If you listen to Sally Pinkas she makes it sound very different from melody/accompaniment, much more like two independently characterful voices interacting in a dramatic way. I remember thinking that Rzewski's recording was not like this, so something strange is going on in one of the two recordings.

After making that post I listened to one of Shapey's Evocations, it's very good music I think.


----------



## ST4 (Oct 27, 2016)

Mahler
Webern
Stravinsky
Sorabji
Messiaen
Xenakis
Stockhausen
Murail


----------



## Myriadi (Mar 6, 2016)

Mandryka said:


> If you listen to Sally Pinkas she makes it sound very different from melody/accompaniment, much more like two independently characterful voices interacting in a dramatic way.


That's the recording I have, but I'm not getting that impression at all from it...


----------



## Myriadi (Mar 6, 2016)

ST4 said:


> Murail


_Murail_??? I'd guess only if counterpoint is defined by "more than one line of music"! Sorry - don't mean to offend. Could you point to a specific piece of Murail's where there are several melodic lines interacting simultaneously?


----------



## isorhythm (Jan 2, 2015)

ST4 said:


> Mahler
> Webern
> Stravinsky
> Sorabji
> ...


Do you know what counterpoint is?

I'm pretty sure Xenakis would actually have been offended if he heard you call him a "master of counterpoint."


----------



## ST4 (Oct 27, 2016)

isorhythm said:


> Do you know what counterpoint is?
> 
> I'm pretty sure Xenakis would actually have been offended if he heard you call him a "master of counterpoint."

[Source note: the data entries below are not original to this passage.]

// Decodes the UTF-8 sequence at text[*at] and advances *at past it; nullopt
// for invalid UTF-8 (stray or missing continuation bytes, overlong forms,
// surrogates, code points above U+10FFFF).
std::optional<std::uint32_t> NextCodePoint(std::string_view text, std::size_t* at) {
  const auto lead = static_cast<unsigned char>(text[*at]);
  std::size_t length = 0;
  std::uint32_t code_point = 0;
  std::uint32_t smallest = 0;
  if (lead < 0x80) {
    ++*at;
    return lead;
  } else if ((lead & 0xE0) == 0xC0) {
    length = 2, code_point = lead & 0x1F, smallest = 0x80;
  } else if ((lead & 0xF0) == 0xE0) {
    length = 3, code_point = lead & 0x0F, smallest = 0x800;
  } else if ((lead & 0xF8) == 0xF0) {
    length = 4, code_point = lead & 0x07, smallest = 0x10000;
  } else {
    return std::nullopt;
  }
  if (*at + length > text.size()) return std::nullopt;
  for (std::size_t i = 1; i < length; ++i) {
    const auto next = static_cast<unsigned char>(text[*at + i]);
    if ((next & 0xC0) != 0x80) return std::nullopt;
    code_point = (code_point << 6) | (next & 0x3F);
  }
  if (code_point < smallest || code_point > 0x10FFFF ||
      (code_point >= 0xD800 && code_point <= 0xDFFF)) {
    return std::nullopt;
  }
  *at += length;
  return code_point;
}

bool IsHexDigit(char c) {
  return (c >= '0' && c <= '9') || (c >= 'a' && c <= 'f') || (c >= 'A' && c <= 'F');
}

// True if text[at] starts something a reader would take for an _xHHHH_ escape.
bool LooksLikeEscape(std::string_view text, std::size_t at) {
  return at + 7 <= text.size() && text[at] == '_' && text[at + 1] == 'x' && IsHexDigit(text[at + 2]) &&
         IsHexDigit(text[at + 3]) && IsHexDigit(text[at + 4]) && IsHexDigit(text[at + 5]) &&
         text[at + 6] == '_';
}

// text as ST_Xstring content (ECMA-376 Part 1, 22.9.2.19): characters XML 1.0
// cannot carry, and the carriage return a parser would turn into a line feed,
// become _xHHHH_; an underscore that would read as an escape becomes _x005F_.
// nullopt if text is not valid UTF-8.
std::optional<std::string> EscapeXstring(std::string_view text) {
  std::string out;
  out.reserve(text.size());
  for (std::size_t at = 0; at < text.size();) {
    const std::size_t start = at;
    const std::optional<std::uint32_t> code_point = NextCodePoint(text, &at);
    if (!code_point) return std::nullopt;
    if ((*code_point < 0x20 && *code_point != '\t' && *code_point != '\n') ||
        *code_point == 0xFFFE || *code_point == 0xFFFF) {
      char escape[8];
      std::snprintf(escape, sizeof(escape), "_x%04X_", static_cast<unsigned>(*code_point));
      out += escape;
    } else if (*code_point == '_' && LooksLikeEscape(text, start)) {
      out += "_x005F_";
    } else {
      out.append(text.substr(start, at - start));
    }
  }
  return out;
}

std::string AsciiLower(std::string_view text) {
  std::string lower(text);
  for (char& c : lower) {
    if (c >= 'A' && c <= 'Z') c = static_cast<char>(c + 32);
  }
  return lower;
}

// Why name cannot be a sheet name, or empty if it can.
std::string SheetNameProblem(const std::string& name) {
  if (name.empty()) return "is empty";
  std::size_t utf16_units = 0;
  for (std::size_t at = 0; at < name.size();) {
    const std::optional<std::uint32_t> code_point = NextCodePoint(name, &at);
    if (!code_point) return "is not valid UTF-8";
    if (*code_point < 0x20) return "holds a control character";
    if (*code_point < 0x80 &&
        std::string_view(":\\/?*[]").find(static_cast<char>(*code_point)) != std::string_view::npos) {
      return "holds one of : \\ / ? * [ ], which Excel does not allow in sheet names";
    }
    utf16_units += *code_point >= 0x10000 ? 2 : 1;
  }
  if (utf16_units > kMaxSheetNameUnits) {
    return "has " + std::to_string(utf16_units) + " characters; Excel allows at most 31";
  }
  if (name.front() == '\'' || name.back() == '\'') {
    return "starts or ends with an apostrophe, which Excel does not allow";
  }
  if (AsciiLower(name) == "history") return "is reserved by Excel";
  return {};
}

bool NeedsSpacePreserve(std::string_view text) {
  const auto is_space = [](char c) { return c == ' ' || c == '\t' || c == '\n'; };
  return !text.empty() && (is_space(text.front()) || is_space(text.back()));
}

class StringWriter : public pugi::xml_writer {
 public:
  explicit StringWriter(std::string* out) : out_(out) {}
  void write(const void* data, std::size_t size) override {
    out_->append(static_cast<const char*>(data), size);
  }

 private:
  std::string* out_;
};

// A document holding the standard declaration; its root element is added next.
void StartDocument(pugi::xml_document* doc) {
  pugi::xml_node declaration = doc->append_child(pugi::node_declaration);
  declaration.append_attribute("version") = "1.0";
  declaration.append_attribute("encoding") = "UTF-8";
  declaration.append_attribute("standalone") = "yes";
}

std::string Serialize(const pugi::xml_document& doc) {
  std::string text;
  StringWriter writer(&text);
  doc.save(writer, "", pugi::format_raw, pugi::encoding_utf8);
  return text;
}

// Distinct strings in order of first use, already escaped.
class SharedStrings {
 public:
  std::size_t Add(const std::string& escaped) {
    ++uses_;
    const auto [it, inserted] = index_.try_emplace(escaped, strings_.size());
    if (inserted) strings_.push_back(escaped);
    return it->second;
  }
  bool empty() const { return strings_.empty(); }

  std::string Xml() const {
    pugi::xml_document doc;
    StartDocument(&doc);
    pugi::xml_node sst = doc.append_child("sst");
    sst.append_attribute("xmlns") = kMainNamespace;
    sst.append_attribute("count") = static_cast<unsigned long long>(uses_);
    sst.append_attribute("uniqueCount") = static_cast<unsigned long long>(strings_.size());
    for (const std::string& text : strings_) {
      pugi::xml_node t = sst.append_child("si").append_child("t");
      if (NeedsSpacePreserve(text)) t.append_attribute("xml:space") = "preserve";
      t.append_child(pugi::node_pcdata).set_value(text.c_str());
    }
    return Serialize(doc);
  }

 private:
  std::unordered_map<std::string, std::size_t> index_;
  std::vector<std::string> strings_;
  std::size_t uses_ = 0;
};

Yes I do know what counterpoint is and his music is vibrant in counterpoint and contrasts between timbres. 
I've been studying his music regularly for years. One of the signature features of his music is shifting groups of rhythmically independent lines that move in and out of unison/sequence. One of the things that may be swaying you off (if you have any knowledge of his music at all) is the groups of dense clusters moving against each-other in harmony.

Counterpoint isn't a melodic thing you listen to in elevators you know


----------



## isorhythm (Jan 2, 2015)

ST4 said:


> Yes I do know what counterpoint is and his music is vibrant in counterpoint and contrasts between timbres.
> I've been studying his music regularly for years. One of the signature features of his music is shifting groups of rhythmically independent lines that move in and out of unison/sequence. One of the things that may be swaying you off (if you have any knowledge of his music at all) is the groups of dense clusters moving against each-other in harmony.
> 
> Counterpoint isn't a melodic thing you listen to in elevators you know


I know a bunch of his music pretty well. I think he was one of the greatest of the 20th century. But he was totally uninterested in counterpoint, which is, by definition, a melodic thing.


----------



## Varick (Apr 30, 2014)

Sol Invictus said:


> Besides Bach, who are considered *masterful in counterpoint* and which compositions best exemplify this?





Mandryka said:


> Thinking first of counterpoint which doesn't work through imitation, try
> 
> Christian Wolff (8th prelude)
> Stockhausen (Himmelfahrt)
> ...


I find the operative word in the OP to be "Masterful." Just because one does counterpoint, does not mean one is masterful in it, especially when the end result is cacophony. Just my opinion of course.

V


----------



## Pat Fairlea (Dec 9, 2015)

I think I know what counterpoint is, and I think I can hear it being used to excellent effect in Shostakovich's 24 Preludes & Fugues.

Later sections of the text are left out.